Planners urge flexibility in White Flint changes
Board says school site, density questions should be kept open
The Montgomery County Planning Board recommended the White Flint Sector Plan proceed with additional work sessions after hearing the first presentation from Park and Planning staff last week.
The staff presented the plan for the area surrounding the White Flint Metro station, which is designed to increase density, promote mobility and walkability and create a "sense of place" in the area. The staff sought guidance from the board on topics such as recommended school and MARC station sites, density levels and plan staging.
The board favored maintaining or promoting flexibility in the sector plan on a number of topics, especially regarding the school sites and specific density levels for different areas of the sector; because, as Chairman Royce Hanson pointed out, such plans are only revisited about every 20 years.
In other action, the board approved a 15.63-acre development near the White Flint Metro stop that will house a 14-story office building, two parking garages, more than 350,000 feet of retail space, and possibly an underground movie theater.
The development proposal was brought by LCOR North Bethesda Phase II, LLC, and is part of a larger, 30-acre development called North Bethesda Center. The Planning Board has already approved an 18-story residential building with supermarket retail space, a 19-story multi-family residential building and a roughly 60,000-square-foot community green. The land is owned by WMATA but LCOR has development rights.
Planning staff will next hold another work session to reflect the board's suggestions in the plan. A public hearing is tentatively scheduled for November, following the submission of the draft plan to the board.
On the topic of a potential site for a new elementary school in the area, the board was reluctant to endorse either of the two sites proposed in the plan, one at Wall Park and one adjacent to Garrett Park Estates Park. The Wall Park location was especially greeted with skepticism for its busy location on Old Georgetown Road.
"I have real reservations about this site in terms of access to the property," said Vice Chairman John M. Robinson, balking at the "survivability" of the location for pedestrian children.
Commissioner Jean Cryor wondered if a school site was necessary within the White Flint Sector Plan boundary, and spoke strongly against a proposed possibility that both sites be used by grouping lower elementary grades at one site and higher grades at the other, because it would force many families to drop children off at separate locations.
"That's usually done when a school hasn't been planned properly," Cryor said. "It's a negative, it's a terrible negative."
Hanson supported a school site in the proposed urban area, however, stating that the presence of children in urban communities leads to a "richer civic life" because people become more involved with issues.
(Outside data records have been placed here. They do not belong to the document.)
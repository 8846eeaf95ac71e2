import { Link, useParams } from "react-router";
import { CLIENT_KIND_LABELS } from "@shared/schemas/clients.ts";
import { can, isStudio } from "@shared/permissions.ts";
import { useMe } from "@/features/session/api/session.ts";
import { useStudio } from "@/features/settings/api/settings.ts";
import { useClient } from "@/features/clients/api/clients.ts";
import { useObjects } from "@/features/objects/api/objects.ts";
import { ObjectsTable } from "@/features/objects/components/objects-table.tsx";
import { ButtonLink } from "@/components/ui/button.tsx";
import { Card, EmptyState, ErrorNotice, SkeletonRows } from "@/components/ui/feedback.tsx";
import { DocumentButton } from "@/features/documents/components/document-button.tsx";
import { ExportsPanel } from "@/features/documents/components/exports-panel.tsx";

export function Component() {
  const { id = "" } = useParams();
  const { data: user } = useMe();
  const { unit } = useStudio();
  const client = useClient(id);
  const objects = useObjects({ clientId: id, pageSize: 100 });
  if (client.isPending) return <SkeletonRows />;
  if (client.isError) return <ErrorNotice title="Client not found" error={client.error} />;
  const c = client.data;
  return (
    <div className="space-y-6">
      <header className="flex flex-wrap items-end justify-between gap-4">
        <div>
          <p className="text-sm text-graphite">{CLIENT_KIND_LABELS[c.kind]}</p>
          <h1 className="text-2xl font-bold tracking-tight">{c.name}</h1>
        </div>
        {can(user, "client:write") && (
          <div className="flex gap-2">
            <ButtonLink to={`/objects/new?client=${c.id}`}>New object for this client</ButtonLink>
            <ButtonLink to={`/clients/${c.id}/edit`} variant="secondary">
              Edit client
            </ButtonLink>
          </div>
        )}
      </header>
      <Card title="Contact">
        <dl className="grid gap-x-8 gap-y-2 text-sm md:grid-cols-2">
          {(
            [
              ["Contact", c.contactName],
              ["E-mail", c.email],
              ["Phone", c.phone],
              ["Address", c.address],
              ["Notes", c.notes],
            ] as const
          ).map(([k, v]) => (
            <div key={k} className="grid grid-cols-[6rem_1fr] gap-2">
              <dt className="text-graphite">{k}</dt>
              <dd className="whitespace-pre-line">{v ?? "—"}</dd>
            </div>
          ))}
        </dl>
      </Card>
      <Card title="Documents and exports">
        <div className="space-y-4">
          {can(user, "valuation:read", { clientId: c.id }) && (
            <DocumentButton url={`/api/clients/${c.id}/documents/schedule`} label="Schedule of values (PDF)" fallbackName={`schedule-${c.name}.pdf`} variant="primary" />
          )}
          <ExportsPanel clientId={c.id} showValuations={can(user, "valuation:read", { clientId: c.id })} mayTakeOriginals={!!user && isStudio(user)} />
        </div>
      </Card>
      <Card title={`Objects${objects.data ? ` · ${objects.data.total}` : ""}`}>
        {objects.isPending ? (
          <SkeletonRows rows={4} />
        ) : !objects.data?.items.length ? (
          <EmptyState title="No objects for this client yet" />
        ) : (
          <div className="-mx-5 -my-4">
            <ObjectsTable items={objects.data.items} unit={unit} showOwner={false} />
            {objects.data.total > objects.data.items.length && (
              <p className="px-5 py-3 text-sm">
                <Link className="text-accent underline" to={`/objects?client=${c.id}`}>
                  See all {objects.data.total} in the register
                </Link>
              </p>
            )}
          </div>
        )}
      </Card>
    </div>
  );
}
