import { Link, useSearchParams } from "react-router";
import { studioToday } from "@/lib/today.ts";
import { CONDITION_CONTEXTS, CONDITION_CONTEXT_LABELS, RATINGS, RATING_LABELS } from "@shared/schemas/condition.ts";
import { useConditionRegister } from "@/features/condition/api/condition.ts";
import { RatingBadge } from "@/features/condition/components/report-view.tsx";
import { FilterSelect } from "@/components/ui/field.tsx";
import { EmptyState, Notice, SkeletonRows } from "@/components/ui/feedback.tsx";
import { Pagination } from "@/components/ui/pagination.tsx";
import { formatDate } from "@/lib/format.ts";

/** Condition: every report across objects, with what is unresolved and what is due. */
export function Component() {
  const [params, setParams] = useSearchParams();
  const get = (k: string) => params.get(k) ?? undefined;
  const page = Number(params.get("page") ?? 1) || 1;
  const q = useConditionRegister({ rating: get("rating"), context: get("context"), from: get("from"), to: get("to"), examinerId: get("examiner"), unresolved: get("unresolved"), dueBy: get("due") ? studioToday() : undefined, page, pageSize: 50 });
  const set = (k: string, v: string | undefined) => setParams((p) => { const n = new URLSearchParams(p); v ? n.set(k, v) : n.delete(k); if (k !== "page") n.delete("page"); return n; }, { replace: true });

  return (
    <div className="space-y-5">
      <header>
        <h1 className="text-2xl font-bold tracking-tight">Condition</h1>
        <p className="text-sm text-graphite">Every condition report, newest first. Findings are observations, not treatment: refer treatment to a qualified conservator.</p>
      </header>
      <div className="flex flex-wrap items-center gap-3 text-sm">
        <FilterSelect aria-label="Rating" value={get("rating") ?? ""} onChange={(e) => set("rating", e.target.value || undefined)}>
          <option value="">Any rating</option>
          {RATINGS.map((r) => <option key={r} value={r}>{RATING_LABELS[r]}</option>)}
        </FilterSelect>
        <FilterSelect aria-label="Context" value={get("context") ?? ""} onChange={(e) => set("context", e.target.value || undefined)}>
          <option value="">Any context</option>
          {CONDITION_CONTEXTS.map((c) => <option key={c} value={c}>{CONDITION_CONTEXT_LABELS[c]}</option>)}
        </FilterSelect>
        <FilterSelect aria-label="Examiner" value={get("examiner") ?? ""} onChange={(e) => set("examiner", e.target.value || undefined)}>
          <option value="">Any examiner</option>
          {q.data?.examiners.map((x) => <option key={x.id} value={x.id}>{x.name}</option>)}
        </FilterSelect>
        <label className="flex items-center gap-1">From <input type="date" aria-label="From" className="rounded-card border border-stone bg-paper-sheet px-2 py-1.5" value={get("from") ?? ""} onChange={(e) => set("from", e.target.value || undefined)} /></label>
        <label className="flex items-center gap-1">to <input type="date" aria-label="To" className="rounded-card border border-stone bg-paper-sheet px-2 py-1.5" value={get("to") ?? ""} onChange={(e) => set("to", e.target.value || undefined)} /></label>
        <label className="flex items-center gap-2"><input type="checkbox" checked={get("unresolved") === "true"} onChange={(e) => set("unresolved", e.target.checked ? "true" : undefined)} /> Unresolved findings</label>
        <label className="flex items-center gap-2"><input type="checkbox" checked={!!get("due")} onChange={(e) => set("due", e.target.checked ? "1" : undefined)} /> Check due</label>
      </div>
      <section className="rounded-card bg-paper-sheet shadow-card" aria-label="Condition reports">
        {q.isPending ? <SkeletonRows /> : q.isError ? <div className="p-4"><Notice tone="fail">{q.error.message}</Notice></div> : q.data.items.length === 0 ? (
          <div className="p-4"><EmptyState title="No condition reports match">Reports are written from an object's page, on arrival, before and after mounting, and at every hand-over.</EmptyState></div>
        ) : (
          <>
            <div className="overflow-x-auto">
              <table className="w-full text-sm">
                <thead className="border-b border-stone text-left text-ink-soft">
                  <tr>
                    {["Date", "Object number", "Title", "Context", "Rating", "Unresolved", "Examiner", "Check due", "Status"].map((h) => <th key={h} scope="col" className={`whitespace-nowrap px-3 py-2.5 font-semibold ${h === "Unresolved" ? "text-right" : ""}`}>{h}</th>)}
                  </tr>
                </thead>
                <tbody>
                  {q.data.items.map((r) => (
                    <tr key={r.id} className="border-b border-stone-light hover:bg-paper-deep/60">
                      <td className="whitespace-nowrap px-3 py-3 num"><Link className="text-accent hover:underline" to={`/condition/${r.id}`}>{formatDate(r.reportDate)}</Link></td>
                      <td className="whitespace-nowrap px-3 py-3 font-semibold num"><Link className="text-accent hover:underline" to={`/objects/${r.objectId}`}>{r.objectNumber}</Link></td>
                      <td className="px-3 py-3">{r.objectTitle}</td>
                      <td className="px-3 py-3 text-ink-soft">{CONDITION_CONTEXT_LABELS[r.context]}</td>
                      <td className="px-3 py-3"><RatingBadge rating={r.rating} /></td>
                      <td className="px-3 py-3 text-right num">{r.unresolvedCount}</td>
                      <td className="px-3 py-3 text-ink-soft">{r.examinerName}</td>
                      <td className="whitespace-nowrap px-3 py-3 num">{formatDate(r.checkDueOn)}</td>
                      <td className="px-3 py-3 text-ink-soft">{r.status === "signed" ? "Signed" : "Draft"}</td>
                    </tr>
                  ))}
                </tbody>
              </table>
            </div>
            <Pagination page={page} pageSize={50} total={q.data.total} onPage={(p) => set("page", String(p))} />
          </>
        )}
      </section>
    </div>
  );
}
He warned against trying to think of the school in the 12-acre, suburban mind-set, and encouraged innovation.
"Other cities around the world have succeeded in producing very fine schools in dense urban areas," Hanson said.
Transportation issues also factored heavily in the discussion. The purpose of the sector plan is to redesign White Flint into a more urban area, and conflicts between current suburban needs and future urban ones arose often.
For example, the plan predicts higher levels of congestion in the area than are deemed "acceptable" by an area mobility review, even after a new road grid is built. But the added congestion was perceived by staff and the board as a growing pain that will ultimately galvanize better public transportation.
"When you plan for the future, the present has to suffer," said Cryor. "We're building problems in that are solvable."
The plan calls to increase the number of people who walk to work in the sector from 25 percent to 40 percent, add a circulator-type bus system, a bike trail network and other means of mobility for residents.
The board also recommended that staff allow for more flexibility in the density levels in different parts of the sector to allow the environment to become urban enough to promote the walkability that is envisioned, as well as to allow developers more flexibility in their projects.